東面酒鋪子來了一夥客人,各個衣着華麗,氣态不凡,一看就是富家子弟,尤其是坐在正中的那位腰間帶有兩塊美玉的公子哥,更是神仙人物,掌櫃的這麽多年就沒見過一個男子能長這麽漂亮的。
至于旁邊那位佩戴面紗身着紫衣的瑰麗女子,掌櫃的可不敢多看一眼,怕惹麻煩,誰知道這夥來曆不凡的主,是個什麽脾氣,他這酒樓家大業小的,可經不起折騰。
一夥五人,美玉公子與面紗女子分别獨坐一張凳子,餘下的三人擠在兩張椅子上。
雖然不及兩個神仙男女讓人那麽驚豔,卻也不遜色多少。
悶聲喝酒的魁梧覆甲男子一身铠甲破破爛爛,上面布滿了刀痕劍刃,氣态也最爲威嚴,坐在那裏不怒自威,拒人千裏,背上背着個長條盒子足有一米多長,同樣的破破爛爛。
坐在男子邊上的是個要瘦很多的男子,一身黑色的長衫,安靜的坐在那裏,手裏捧着一本書看的津津有味,也不言語,偶爾看到會心處,會嘎嘎的樂出來。
剩下的是一個老頭,精悍,内斂,以及對誰都笑眯眯的态度。一桌酒菜都是老頭點的,迎來送往也都客客氣氣,飲酒不似覆甲男子那般豪氣幹雲,而是拿着小酒杯一口一口的撮着,桌上的菜也被老頭消滅了大半。
“如何,這一架痛快不?”老頭低頭吃着菜,聲音卻在覆甲男子心湖上響起。
“技不如人,輸的心服口服。”覆甲男子又将酒碗倒滿,歎了一口氣:“隻是打的不痛快。”
老頭呵呵笑了兩聲沒繼續說什麽,到是坐在身邊的書生開口說道:“不痛快?我都怕人家你一個不留手直接打死你。”
“話說的難聽,但是這個理。”老頭點點頭,看向書生:“說的是句人話。”
“你上你也那個德性,怕隻是輸的更快。”書生也不生氣,笑着說道:“剛才那人擺明着是要咱們一起上,來幫他養拳,瞧着是咱們占了人多的便宜,其實都不行,都是紙糊的,讓人一捅就漏,興許在外面沒什麽,在這裏就是不行!”

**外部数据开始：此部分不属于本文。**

import { afterAll, beforeAll, describe, expect, it } from "vitest";
import type { Browser } from "playwright-core";
import { DEMO_USERS } from "@/lib/demo-users";
import { baseURL, newPage, openBrowser, shown, signIn } from "./support/browser";

let browser: Browser;
beforeAll(async () => {
  browser = await openBrowser();
});
afterAll(async () => {
  await browser?.close();
});

describe("a first day on the demo site", () => {
  it("the overview's cautions say where, and link there", async () => {
    const page = await newPage(browser);
    await signIn(page, "director");
    const [site] = await (await page.request.get("/api/sites")).json();
    await page.goto(`/sites/${site.id}`);
    const remains = page.getByRole("alert").filter({ hasText: "Human remains recorded" });
    await shown(remains);
    const where = remains.getByRole("link", { name: /^Find \d+, trench [A-Z]+$/ });
    expect(await where.count()).toBeGreaterThan(0);
    const deep = page.getByRole("alert").filter({ hasText: "Deep trench" });
    await shown(deep);
    const trenchLink = deep.first().getByRole("link", { name: /^Trench [A-Z]+$/ });
    const trenchName = (await trenchLink.textContent())!;
    await trenchLink.click();
    await page.waitForURL(/\/trenches\/[0-9a-f-]{36}$/);
    await shown(page.getByRole("heading", { name: new RegExp(`^${trenchName}`) }));

    await page.goBack();
    const findName = (await where.first().textContent())!;
    await where.first().click();
    await page.waitForURL(/\/finds\/[0-9a-f-]{36}$/);
    await shown(page.getByRole("heading", { name: `Find ${/Find (\d+)/.exec(findName)![1]}` }));
    await page.context().close();
  });

  it("the sign-in page of a demo server lists the demo accounts, and its button says what it does", async () => {
    const page = await newPage(browser);
    await page.goto("/sign-in");
    const demo = page.getByRole("region", { name: "Demo accounts" });
    for (const u of DEMO_USERS) {
      await shown(demo.getByRole("cell", { name: u.email }));
      await shown(demo.getByRole("cell", { name: u.password }));
    }
    await shown(page.getByRole("button", { name: "Sign in", exact: true }));
    await page.context().close();
  });

  it("every page has an icon: the browser's request for /favicon.ico is answered", async () => {
    const res = await fetch(`${baseURL()}/favicon.ico`);
    expect(res.status).toBe(200);
    expect(res.headers.get("content-type")).toMatch(/image\//);
    const page = await newPage(browser);
    const missing: string[] = [];
    page.on("response", (r) => {
      if (r.status() === 404) missing.push(r.url());
    });
    await page.goto("/sign-in");
    await page.waitForLoadState("networkidle");
    expect(missing).toEqual([]);
    await page.context().close();
  });
});
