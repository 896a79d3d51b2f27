/**
 * The printed registers (/sites/{siteId}/print/…): reached from each register's screen, they list the
 * register's records (unsigned ones marked), close with the number accounting, carry the site code in the
 * page margins, and print without the app's header. A person who is not a member of the site finds nothing.
 */
import { randomUUID } from "node:crypto";
import { afterAll, beforeAll, describe, expect, it } from "vitest";
import type { Browser, Page } from "playwright-core";
import { newPage, openBrowser, shown, signIn } from "./support/browser";

let browser: Browser;
beforeAll(async () => {
  browser = await openBrowser();
});
afterAll(async () => {
  await browser?.close();
});

const registers = [
  { path: "contexts", screen: "contexts", link: "Print the register", testId: "printed-contexts" },
  { path: "finds", screen: "finds", link: "Print the register", testId: "printed-finds" },
  { path: "samples", screen: "samples", link: "Print the register", testId: "printed-samples" },
  { path: "levels", screen: "levels", link: "Level book to print", testId: "printed-levels" },
] as const;

type Ctx = { id: string; number: number; state: string };

async function demoSite(page: Page) {
  const sites = (await (await page.request.get("/api/sites")).json()) as { id: string; code: string }[];
  return sites.find((s) => s.code === "WHD26") ?? sites[0]!;
}

/** [number, signed off] of every register row on the page, in order. */
const rowsOf = (page: Page, testId: string) =>
  page
    .getByTestId(testId)
    .locator("table[aria-label$='register'] tbody tr")
    .evaluateAll((trs) =>
      trs.map((tr) => [Number(tr.getAttribute("data-number")), tr.getAttribute("data-signed-off") === "true"]),
    );

describe("printed registers", () => {
  it("each is linked from its register and lists the register's records, unsigned ones marked, then the accounting", async () => {
    const page = await newPage(browser);
    await signIn(page, "digger");
    const site = await demoSite(page);
    const base = `/api/sites/${site.id}`;
    const contexts = (await (await page.request.get(`${base}/contexts`)).json()) as Ctx[];
    const open = contexts.find((c) => c.state === "open")!;
    const made = await page.request.post(`${base}/samples`, {
      data: { contextId: open.id, type: "bulk", purpose: "flotation", volumeL: 20 },
      headers: { "Idempotency-Key": randomUUID() },
    });
    expect(made.status(), await made.text()).toBe(201);
    const sample = (await made.json()) as { number: number };

    for (const r of registers) {
      await page.goto(`/sites/${site.id}/${r.screen}`);
      await page.getByRole("link", { name: r.link }).click();
      await page.waitForURL(`**/sites/${site.id}/print/${r.path}`);
      await shown(page.getByTestId(r.testId));
      // The site code goes into the top margin of every printed sheet, page numbers into the foot.
      const css = await page.getByTestId(r.testId).locator("style").textContent();
      expect(css).toContain(`@top-left { content: "${site.code} `);
      expect(css).toContain('counter(page) " of " counter(pages)');
    }

    await page.goto(`/sites/${site.id}/print/contexts`);
    expect(await rowsOf(page, "printed-contexts")).toEqual(
      [...contexts].sort((a, b) => a.number - b.number).map((c) => [c.number, c.state === "signed_off"]),
    );
    await shown(page.getByTestId("printed-contexts").locator("[data-sequence='context']"));

    await page.goto(`/sites/${site.id}/print/finds`);
    const finds = (await (await page.request.get(`${base}/finds`)).json()) as { total: number };
    const findRows = await rowsOf(page, "printed-finds");
    expect(findRows).toHaveLength(finds.total);
    expect(findRows.map((f) => f[0])).toEqual([...findRows.map((f) => f[0] as number)].sort((a, b) => a - b));
    const used = await page.locator("[data-sequence='find'] [data-total='find']").textContent();
    expect(Number(used)).toBe(finds.total);

    await page.goto(`/sites/${site.id}/print/samples`);
    const sampleRow = page.locator(`table[aria-label='Samples register'] tr[data-number="${sample.number}"]`);
    await shown(sampleRow.getByText("NOT SIGNED OFF"));
    await shown(sampleRow.getByText("flotation"));
    // The accounting joins used numbers into ranges: the new sample's number lies in one of the samples' ranges.
    const ranges = await page
      .locator("[data-sequence] tr[data-status='sample']")
      .evaluateAll((rows) =>
        rows.map((r) => [Number(r.getAttribute("data-first")), Number(r.getAttribute("data-last"))]),
      );
    expect(
      ranges.some(([first, last]) => first! <= sample.number && sample.number <= last!),
      JSON.stringify(ranges),
    ).toBe(true);

    await page.goto(`/sites/${site.id}/print/levels`);
    await shown(page.locator("[data-run] [data-check]").first());
    expect(await page.locator("[data-run]").count()).toBeGreaterThan(0);

    // On paper the app's header, the site navigation and the buttons are left off.
    await page.emulateMedia({ media: "print" });
    expect(await page.getByRole("button", { name: "Print the level book" }).isVisible()).toBe(false);
    expect(await page.getByRole("link", { name: "Back to the level book" }).isVisible()).toBe(false);
    expect(await page.locator("header.no-print").first().isVisible()).toBe(false);
    await shown(page.getByRole("heading", { name: "Level book" }));
    await page.context().close();
  });

  it("a person who is not a member of the site gets not found on every printed register", async () => {
    const director = await newPage(browser);
    await signIn(director, "director");
    // Its code sorts after the demo site's: the other browser tests take the director's first site (by code).
    const created = await director.request.post("/api/sites", {
      data: { code: `ZZ-${randomUUID().slice(0, 6)}`, name: "Printed registers test site" },
    });
    expect(created.status(), await created.text()).toBe(201);
    const { id } = (await created.json()) as { id: string };
    const own = await director.goto(`/sites/${id}/print/finds`);
    expect(own?.status()).toBe(200);
    await director.context().close();

    const digger = await newPage(browser);
    await signIn(digger, "digger");
    for (const r of registers) {
      const res = await digger.goto(`/sites/${id}/print/${r.path}`);
      expect(res?.status(), r.path).toBe(404);
      expect(await digger.getByTestId(r.testId).count()).toBe(0);
    }
    await digger.context().close();
  });
});
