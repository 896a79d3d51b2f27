import { afterAll, beforeAll, describe, expect, it } from "vitest";
import type { Browser, Page } from "playwright-core";
import { newPage, openBrowser, shown, signIn } from "./support/browser";
import { freshContext } from "./support/fresh-context";

let browser: Browser;
beforeAll(async () => {
  browser = await openBrowser();
});
afterAll(async () => {
  await browser?.close();
});

/**
 * Presses Tab until the focused element is the one described (its accessible text or label), as a keyboard user would.
 */
async function tabTo(page: Page, what: string | RegExp, max = 150): Promise<void> {
  for (let i = 0; i < max; i++) {
    await page.keyboard.press("Tab");
    const here = await page.evaluate(() => {
      const el = document.activeElement as HTMLElement | null;
      if (!el) return "";
      const label = el.id ? document.querySelector(`label[for="${CSS.escape(el.id)}"]`)?.textContent : null;
      return [el.getAttribute("aria-label"), label, el.innerText].filter(Boolean).join(" | ");
    });
    if (typeof what === "string" ? here.split(" | ").some((t) => t.trim() === what) : what.test(here)) return;
  }
  throw new Error(`Tab never reached ${String(what)} within ${max} presses`);
}

const focused = (page: Page) => page.evaluate(() => (document.activeElement as HTMLElement | null)?.innerText ?? "");

describe("keyboard only", () => {
  it("the register: a find opens and closes from the keyboard", async () => {
    const page = await newPage(browser);
    await signIn(page, "specialist");
    const [site] = await (await page.request.get("/api/sites")).json();
    await page.goto(`/sites/${site.id}/finds`);
    const first = await page
      .getByRole("table", { name: "Finds register" })
      .locator("tbody tr button[aria-expanded]")
      .first()
      .innerText();
    await tabTo(page, first);
    await page.keyboard.press("Enter");
    await shown(page.getByRole("heading", { name: `Find ${first}` }));
    await tabTo(page, "Close");
    await page.keyboard.press("Enter");
    await page.getByRole("heading", { name: `Find ${first}` }).waitFor({ state: "detached" });
    await page.context().close();
  });

  it("the sheet and the sign-off queue: a digger fills in and submits, the director signs off, without a pointer", async () => {
    const d = await newPage(browser);
    await signIn(d, "digger");
    const { siteId, contextId, number } = await freshContext(
      d,
      {
        type: "layer",
        compaction: "firm",
        composition: "silty sand",
        description: "A layer.",
        interpretation: "Subsoil.",
      },
      { below: 3001 },
    );

    // The sheet: the missing colour is typed and saved from the keyboard.
    await d.goto(`/sites/${siteId}/contexts/${contextId}`);
    await tabTo(d, "Colour");
    await d.keyboard.type("mid brown");
    await tabTo(d, "Save the sheet");
    await d.keyboard.press("Enter");
    await shown(d.getByRole("button", { name: `Submit ${number} for sign-off`, disabled: false }));

    // The queue: submitted from the keyboard.
    await d.goto(`/sites/${siteId}/sign-off`);
    await tabTo(d, `Submit ${number} for sign-off`);
    await d.keyboard.press("Enter");
    await shown(d.locator(`tr[data-context="${number}"]`).getByText("awaiting sign-off"));

    const boss = await newPage(browser);
    await signIn(boss, "director");
    await boss.goto(`/sites/${siteId}/sign-off`);
    await tabTo(boss, `Sign off ${number}`);
    await boss.keyboard.press("Enter");
    await shown(boss.getByRole("alertdialog"));
    expect(await focused(boss)).toBe(`Lock context ${number}`);
    await boss.keyboard.press("Enter");
    await shown(boss.locator(`tr[data-context="${number}"]`).getByText("signed off"));
    await d.context().close();
    await boss.context().close();
  });
});
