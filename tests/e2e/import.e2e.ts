import { afterAll, beforeAll, describe, expect, it } from "vitest";
import type { Browser } from "playwright-core";
import { newPage, openBrowser, shown, signIn } from "./support/browser";

let browser: Browser;
beforeAll(async () => {
  browser = await openBrowser();
});
afterAll(async () => {
  await browser?.close();
});

describe("total-station import in the browser", () => {
  it("says which columns it reads before a file is chosen, keeps point IDs apart from find numbers and allocates the numbers", async () => {
    const page = await newPage(browser);
    await signIn(page, "digger");
    const [site] = await (await page.request.get("/api/sites")).json();
    const trenches = await (await page.request.get(`/api/sites/${site.id}/trenches`)).json();
    const a = trenches.find((t: { code: string }) => t.code === "A");
    const contexts = await (await page.request.get(`/api/sites/${site.id}/contexts`)).json();
    const open = contexts.find((c: { trenchId: string; state: string }) => c.trenchId === a.id && c.state === "open");
    expect(open).toBeTruthy();

    await page.goto(`/sites/${site.id}/finds/import`);
    const hints = page.getByRole("group", { name: "Columns the import reads" });
    await shown(hints.getByText("Station point ID"));
    await shown(hints.getByText("never used as its number"));
    await shown(hints.getByText("x (easting, m) *"));

    // Point IDs 1 and 2 are also find numbers already on the site: before, every row clashed with them.
    const csv = ["Pt,E,N,Code,Ctx", `1,2.10,1.20,FLK,${open.number}`, `2,2.40,1.35,FLK,${open.number}`].join("\n");
    await page
      .locator("#ts-file")
      .setInputFiles({ name: "station-day.csv", mimeType: "text/csv", buffer: Buffer.from(csv) });
    await shown(page.getByRole("form", { name: "Map the columns" }));
    expect(await page.locator("#map-stationPoint").inputValue()).toBe("Pt");
    expect(await page.locator("#map-number").inputValue()).toBe("");
    await page.getByRole("button", { name: "Import all 2 rows" }).click();
    const done = page.getByRole("status").filter({ hasText: /Imported 2 finds/ });
    await shown(done);
    const [first, last] = ((await done.textContent())!.match(/numbers (\d+)–(\d+)/) ?? []).slice(1).map(Number);
    expect(last - first).toBe(1);
    expect(first).toBeGreaterThan(2);
    const list = await (await page.request.get(`/api/sites/${site.id}/finds?sort=number&dir=desc&pageSize=5`)).json();
    const mine = list.rows.filter((r: { number: number }) => r.number >= first && r.number <= last);
    expect(mine.map((r: { number: number; stationPoint: string }) => [r.number, r.stationPoint]).sort()).toEqual([
      [first, "1"],
      [last, "2"],
    ]);
    await page.context().close();
  });
});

“我打算在這裏多呆一些時日。”覆甲男子将酒碗放下,同時從腰間拿出一塊牌子,放在桌上對着美玉公子說道:“不長,三五年而已,到時可能勞煩你來接我一趟。”
“好說。”美玉公子點點頭将牌子收了起來。
覆甲男子站起身與衆人拱了拱手,背着長匣大步離去。
“這是心裏有疙瘩了。”老頭看着遠去的魁梧背影玩味的說道:“要不我也去打一場?”
“你?你就算了,老胳膊老腿的,打你都丢人。”書生呵呵一笑,看都沒看老頭一眼:“有那心思你倒不如想想你接下來的買賣如何做,别想着兩頭都讨彩,最後落得一場空。”
“忠言逆耳,林海說的是,有些事先可以緩一緩。”美玉公子看向老頭:“除了咱們這夥人,還有大概三批人要來,有些事情得抓緊一點,晚了怕會橫生變故。”
“海公子說的是。”
……
街角上一大一小兩個少年走路吊兒郎當,陳天河心情極好,自然是算卦算的得意,不說信不信,就沖人家那舌上蓮花的服務态度,他就值那些銀子。
“呦呵,今天來的外鄉人還挺多,瞧着穿的,啧啧,都是有錢人家。”陳天河走在街上打量着不斷出現在街上的外鄉人倍感好奇,往日裏除了朝中來的商賈隊伍以及幾位熟絡的藥商外,這座不大點的小鎮很少有其他人再出現,如今忽然冒出了五六個衣着華貴的外線人,陳天河不由的好奇兩眼,可看多了也就那個味。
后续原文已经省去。